** Opening ENTRIES PROVIDED block **

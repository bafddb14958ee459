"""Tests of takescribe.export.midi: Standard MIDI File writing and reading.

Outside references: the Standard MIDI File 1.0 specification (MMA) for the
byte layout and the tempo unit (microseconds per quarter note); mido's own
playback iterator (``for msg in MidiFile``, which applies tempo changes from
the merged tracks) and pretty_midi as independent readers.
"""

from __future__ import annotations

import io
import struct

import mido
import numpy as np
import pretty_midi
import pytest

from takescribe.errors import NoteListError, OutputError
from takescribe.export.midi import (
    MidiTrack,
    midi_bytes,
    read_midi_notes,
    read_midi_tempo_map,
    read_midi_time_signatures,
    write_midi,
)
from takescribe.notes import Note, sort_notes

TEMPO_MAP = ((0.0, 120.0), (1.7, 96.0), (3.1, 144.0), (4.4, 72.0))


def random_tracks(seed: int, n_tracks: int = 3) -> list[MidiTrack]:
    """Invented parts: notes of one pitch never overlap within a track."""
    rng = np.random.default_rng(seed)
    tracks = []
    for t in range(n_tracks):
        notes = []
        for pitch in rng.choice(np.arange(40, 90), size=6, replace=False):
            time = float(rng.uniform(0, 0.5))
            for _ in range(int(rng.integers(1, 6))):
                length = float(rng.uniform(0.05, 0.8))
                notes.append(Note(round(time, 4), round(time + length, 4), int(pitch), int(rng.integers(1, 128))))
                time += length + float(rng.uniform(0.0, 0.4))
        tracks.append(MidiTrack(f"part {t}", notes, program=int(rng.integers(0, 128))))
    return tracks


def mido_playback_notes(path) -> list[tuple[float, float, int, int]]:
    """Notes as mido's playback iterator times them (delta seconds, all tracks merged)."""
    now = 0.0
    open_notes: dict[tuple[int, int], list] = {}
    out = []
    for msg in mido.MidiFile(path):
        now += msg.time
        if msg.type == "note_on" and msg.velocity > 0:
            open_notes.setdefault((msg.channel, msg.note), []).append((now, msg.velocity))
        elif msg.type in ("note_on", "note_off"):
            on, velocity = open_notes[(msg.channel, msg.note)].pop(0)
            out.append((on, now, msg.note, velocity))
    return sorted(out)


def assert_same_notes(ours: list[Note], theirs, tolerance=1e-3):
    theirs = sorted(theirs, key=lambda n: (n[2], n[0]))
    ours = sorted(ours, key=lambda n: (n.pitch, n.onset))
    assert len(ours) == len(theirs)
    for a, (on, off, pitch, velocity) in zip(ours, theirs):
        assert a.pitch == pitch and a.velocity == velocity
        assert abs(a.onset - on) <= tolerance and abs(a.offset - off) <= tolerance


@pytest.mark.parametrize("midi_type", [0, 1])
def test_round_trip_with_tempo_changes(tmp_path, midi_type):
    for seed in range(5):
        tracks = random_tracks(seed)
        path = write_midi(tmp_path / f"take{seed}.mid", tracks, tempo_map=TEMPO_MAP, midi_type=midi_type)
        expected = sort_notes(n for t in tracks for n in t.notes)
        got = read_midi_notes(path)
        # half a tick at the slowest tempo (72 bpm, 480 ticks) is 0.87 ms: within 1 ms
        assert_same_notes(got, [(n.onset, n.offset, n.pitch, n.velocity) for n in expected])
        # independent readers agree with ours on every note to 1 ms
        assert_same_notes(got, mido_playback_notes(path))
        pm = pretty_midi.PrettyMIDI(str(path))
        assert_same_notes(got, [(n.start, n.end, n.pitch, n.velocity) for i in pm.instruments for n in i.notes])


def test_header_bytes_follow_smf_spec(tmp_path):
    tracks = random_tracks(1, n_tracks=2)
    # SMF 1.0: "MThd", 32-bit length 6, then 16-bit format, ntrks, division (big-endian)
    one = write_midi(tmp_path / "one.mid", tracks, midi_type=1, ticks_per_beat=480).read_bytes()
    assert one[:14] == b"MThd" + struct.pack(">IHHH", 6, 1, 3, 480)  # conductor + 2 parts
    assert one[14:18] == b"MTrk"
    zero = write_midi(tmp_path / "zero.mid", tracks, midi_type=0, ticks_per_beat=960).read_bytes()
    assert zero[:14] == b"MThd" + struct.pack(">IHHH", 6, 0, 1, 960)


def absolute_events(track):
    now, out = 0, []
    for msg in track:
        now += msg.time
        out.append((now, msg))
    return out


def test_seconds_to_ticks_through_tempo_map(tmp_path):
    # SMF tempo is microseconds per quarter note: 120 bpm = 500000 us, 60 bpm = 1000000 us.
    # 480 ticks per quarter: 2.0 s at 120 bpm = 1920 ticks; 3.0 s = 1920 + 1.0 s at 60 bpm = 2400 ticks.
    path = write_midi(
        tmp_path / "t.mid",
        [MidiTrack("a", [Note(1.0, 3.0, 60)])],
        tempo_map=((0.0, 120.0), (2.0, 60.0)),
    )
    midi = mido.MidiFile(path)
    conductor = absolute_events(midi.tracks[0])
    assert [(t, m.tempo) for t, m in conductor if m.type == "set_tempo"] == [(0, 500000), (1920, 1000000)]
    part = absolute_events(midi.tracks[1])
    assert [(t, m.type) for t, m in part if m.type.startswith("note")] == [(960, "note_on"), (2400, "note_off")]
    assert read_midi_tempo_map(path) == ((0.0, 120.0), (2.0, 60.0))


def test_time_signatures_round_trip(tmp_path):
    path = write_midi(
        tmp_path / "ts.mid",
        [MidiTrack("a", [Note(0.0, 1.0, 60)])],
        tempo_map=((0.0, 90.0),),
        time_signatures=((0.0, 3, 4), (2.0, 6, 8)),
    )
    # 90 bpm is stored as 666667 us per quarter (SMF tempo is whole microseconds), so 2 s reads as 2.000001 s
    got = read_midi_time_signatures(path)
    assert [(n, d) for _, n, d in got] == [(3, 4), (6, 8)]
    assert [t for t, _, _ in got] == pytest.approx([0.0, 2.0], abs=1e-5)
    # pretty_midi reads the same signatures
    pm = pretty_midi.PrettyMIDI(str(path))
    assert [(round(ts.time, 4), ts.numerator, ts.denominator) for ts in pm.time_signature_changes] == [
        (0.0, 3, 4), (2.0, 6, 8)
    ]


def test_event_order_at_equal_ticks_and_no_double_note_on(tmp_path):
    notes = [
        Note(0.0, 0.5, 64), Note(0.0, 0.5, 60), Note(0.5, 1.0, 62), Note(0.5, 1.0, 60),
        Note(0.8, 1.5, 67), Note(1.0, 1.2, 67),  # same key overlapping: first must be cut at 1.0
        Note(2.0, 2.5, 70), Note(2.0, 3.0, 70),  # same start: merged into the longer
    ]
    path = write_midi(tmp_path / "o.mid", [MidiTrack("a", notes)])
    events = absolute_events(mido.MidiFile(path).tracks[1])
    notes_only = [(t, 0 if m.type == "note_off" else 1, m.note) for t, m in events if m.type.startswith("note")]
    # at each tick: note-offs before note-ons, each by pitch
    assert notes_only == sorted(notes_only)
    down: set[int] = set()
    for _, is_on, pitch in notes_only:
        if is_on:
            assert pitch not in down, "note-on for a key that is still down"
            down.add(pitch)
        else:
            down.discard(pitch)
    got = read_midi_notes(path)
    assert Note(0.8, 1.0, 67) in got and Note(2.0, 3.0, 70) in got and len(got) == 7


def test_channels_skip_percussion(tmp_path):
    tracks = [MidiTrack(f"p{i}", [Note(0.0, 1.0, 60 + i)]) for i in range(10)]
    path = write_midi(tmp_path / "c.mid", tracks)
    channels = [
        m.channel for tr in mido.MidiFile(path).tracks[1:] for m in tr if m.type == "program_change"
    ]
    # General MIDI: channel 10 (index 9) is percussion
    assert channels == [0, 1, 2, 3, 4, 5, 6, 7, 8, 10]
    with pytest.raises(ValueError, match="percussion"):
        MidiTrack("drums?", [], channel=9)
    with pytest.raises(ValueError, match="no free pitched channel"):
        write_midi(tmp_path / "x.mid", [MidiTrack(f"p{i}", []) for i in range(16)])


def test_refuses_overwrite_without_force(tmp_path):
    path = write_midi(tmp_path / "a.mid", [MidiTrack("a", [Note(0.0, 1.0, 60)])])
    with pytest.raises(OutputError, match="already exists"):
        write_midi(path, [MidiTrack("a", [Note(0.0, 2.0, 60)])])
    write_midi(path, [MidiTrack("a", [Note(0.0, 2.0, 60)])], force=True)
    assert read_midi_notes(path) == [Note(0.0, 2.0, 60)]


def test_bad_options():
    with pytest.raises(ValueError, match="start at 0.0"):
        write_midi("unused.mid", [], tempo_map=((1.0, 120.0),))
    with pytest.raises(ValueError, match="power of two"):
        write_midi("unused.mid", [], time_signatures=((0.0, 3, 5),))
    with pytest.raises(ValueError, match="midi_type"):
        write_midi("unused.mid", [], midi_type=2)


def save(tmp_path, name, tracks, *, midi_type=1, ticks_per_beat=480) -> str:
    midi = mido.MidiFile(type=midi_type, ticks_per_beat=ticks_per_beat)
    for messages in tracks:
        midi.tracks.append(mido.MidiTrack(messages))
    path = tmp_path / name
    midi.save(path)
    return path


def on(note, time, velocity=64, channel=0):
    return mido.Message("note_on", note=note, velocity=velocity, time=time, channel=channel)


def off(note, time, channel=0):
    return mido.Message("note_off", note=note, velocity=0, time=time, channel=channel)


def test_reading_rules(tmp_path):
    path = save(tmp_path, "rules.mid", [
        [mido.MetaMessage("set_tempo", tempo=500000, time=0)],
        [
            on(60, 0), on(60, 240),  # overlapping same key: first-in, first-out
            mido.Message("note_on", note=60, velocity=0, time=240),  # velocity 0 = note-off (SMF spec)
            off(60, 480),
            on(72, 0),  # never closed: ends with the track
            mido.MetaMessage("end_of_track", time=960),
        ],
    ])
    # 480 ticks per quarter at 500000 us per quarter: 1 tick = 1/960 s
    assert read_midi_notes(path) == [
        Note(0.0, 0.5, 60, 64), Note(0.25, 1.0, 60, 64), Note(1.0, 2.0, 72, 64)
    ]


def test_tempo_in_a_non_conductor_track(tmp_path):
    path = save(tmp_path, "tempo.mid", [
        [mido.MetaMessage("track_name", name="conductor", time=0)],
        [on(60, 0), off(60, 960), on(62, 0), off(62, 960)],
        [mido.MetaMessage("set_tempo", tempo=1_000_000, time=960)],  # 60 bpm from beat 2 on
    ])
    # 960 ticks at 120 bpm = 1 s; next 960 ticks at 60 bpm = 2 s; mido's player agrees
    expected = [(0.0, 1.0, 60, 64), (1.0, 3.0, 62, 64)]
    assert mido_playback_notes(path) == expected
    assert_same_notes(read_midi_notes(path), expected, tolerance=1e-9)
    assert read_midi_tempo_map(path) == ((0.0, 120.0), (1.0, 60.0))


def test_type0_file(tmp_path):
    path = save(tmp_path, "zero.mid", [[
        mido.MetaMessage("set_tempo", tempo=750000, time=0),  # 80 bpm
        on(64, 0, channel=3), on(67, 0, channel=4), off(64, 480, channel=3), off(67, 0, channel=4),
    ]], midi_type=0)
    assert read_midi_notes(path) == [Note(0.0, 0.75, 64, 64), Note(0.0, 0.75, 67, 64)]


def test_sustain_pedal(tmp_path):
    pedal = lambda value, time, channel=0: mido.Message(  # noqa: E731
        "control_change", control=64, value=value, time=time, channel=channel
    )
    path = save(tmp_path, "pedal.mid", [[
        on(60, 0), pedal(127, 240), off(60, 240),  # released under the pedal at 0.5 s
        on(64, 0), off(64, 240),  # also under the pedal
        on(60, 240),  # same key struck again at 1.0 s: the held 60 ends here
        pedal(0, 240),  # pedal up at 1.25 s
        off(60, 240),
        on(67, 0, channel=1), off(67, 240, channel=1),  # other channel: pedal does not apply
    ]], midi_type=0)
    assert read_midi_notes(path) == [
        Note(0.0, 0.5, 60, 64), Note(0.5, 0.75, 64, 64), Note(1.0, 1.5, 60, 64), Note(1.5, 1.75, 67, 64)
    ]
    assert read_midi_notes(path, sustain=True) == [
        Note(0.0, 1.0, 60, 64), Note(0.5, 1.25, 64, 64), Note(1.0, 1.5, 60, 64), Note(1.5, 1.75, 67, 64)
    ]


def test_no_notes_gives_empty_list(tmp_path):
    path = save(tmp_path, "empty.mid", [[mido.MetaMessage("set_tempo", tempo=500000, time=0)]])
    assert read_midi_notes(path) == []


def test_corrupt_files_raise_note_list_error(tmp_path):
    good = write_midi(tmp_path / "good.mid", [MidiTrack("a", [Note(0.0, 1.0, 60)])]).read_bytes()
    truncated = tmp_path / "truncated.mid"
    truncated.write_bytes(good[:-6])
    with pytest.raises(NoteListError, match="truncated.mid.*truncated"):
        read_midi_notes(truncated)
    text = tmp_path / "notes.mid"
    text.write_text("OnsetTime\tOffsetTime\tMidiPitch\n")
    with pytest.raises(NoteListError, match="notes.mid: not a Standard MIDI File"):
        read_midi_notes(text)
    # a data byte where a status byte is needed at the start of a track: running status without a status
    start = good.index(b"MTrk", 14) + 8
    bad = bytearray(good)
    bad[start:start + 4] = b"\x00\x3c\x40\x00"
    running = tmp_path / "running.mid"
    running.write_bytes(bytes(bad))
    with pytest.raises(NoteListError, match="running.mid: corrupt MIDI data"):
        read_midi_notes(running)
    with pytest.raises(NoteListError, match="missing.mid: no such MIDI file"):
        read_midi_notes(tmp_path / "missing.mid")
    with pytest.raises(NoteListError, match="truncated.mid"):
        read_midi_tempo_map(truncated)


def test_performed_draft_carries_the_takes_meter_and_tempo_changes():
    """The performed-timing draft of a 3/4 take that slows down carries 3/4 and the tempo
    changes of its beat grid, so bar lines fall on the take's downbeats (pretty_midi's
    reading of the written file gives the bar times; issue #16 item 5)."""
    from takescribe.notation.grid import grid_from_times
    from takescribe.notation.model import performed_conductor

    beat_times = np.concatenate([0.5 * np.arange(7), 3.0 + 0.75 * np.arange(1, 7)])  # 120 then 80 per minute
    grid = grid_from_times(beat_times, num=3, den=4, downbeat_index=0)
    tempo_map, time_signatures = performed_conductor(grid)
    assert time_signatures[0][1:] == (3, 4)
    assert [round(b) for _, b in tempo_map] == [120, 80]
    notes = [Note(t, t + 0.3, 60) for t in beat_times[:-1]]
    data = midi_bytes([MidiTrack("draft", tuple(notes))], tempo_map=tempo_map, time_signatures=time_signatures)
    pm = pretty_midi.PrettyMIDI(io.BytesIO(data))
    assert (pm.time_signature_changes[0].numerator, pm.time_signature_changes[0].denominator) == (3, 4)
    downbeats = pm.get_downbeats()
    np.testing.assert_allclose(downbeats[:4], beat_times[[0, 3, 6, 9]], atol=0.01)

** Closing ENTRIES PROVIDED block **

WHAT NEEDS TO BE DONE: Print only what lies in the material above starting at the line with "truncated = tmp_path" and ending at the line with "no such MIDI", every line exactly as given.

SOLUTION TO THIS EXERCISE:
    truncated = tmp_path / "truncated.mid"
    truncated.write_bytes(good[:-6])
    with pytest.raises(NoteListError, match="truncated.mid.*truncated"):
        read_midi_notes(truncated)
    text = tmp_path / "notes.mid"
    text.write_text("OnsetTime\tOffsetTime\tMidiPitch\n")
    with pytest.raises(NoteListError, match="notes.mid: not a Standard MIDI File"):
        read_midi_notes(text)
    # a data byte where a status byte is needed at the start of a track: running status without a status
    start = good.index(b"MTrk", 14) + 8
    bad = bytearray(good)
    bad[start:start + 4] = b"\x00\x3c\x40\x00"
    running = tmp_path / "running.mid"
    running.write_bytes(bytes(bad))
    with pytest.raises(NoteListError, match="running.mid: corrupt MIDI data"):
        read_midi_notes(running)
    with pytest.raises(NoteListError, match="missing.mid: no such MIDI file"):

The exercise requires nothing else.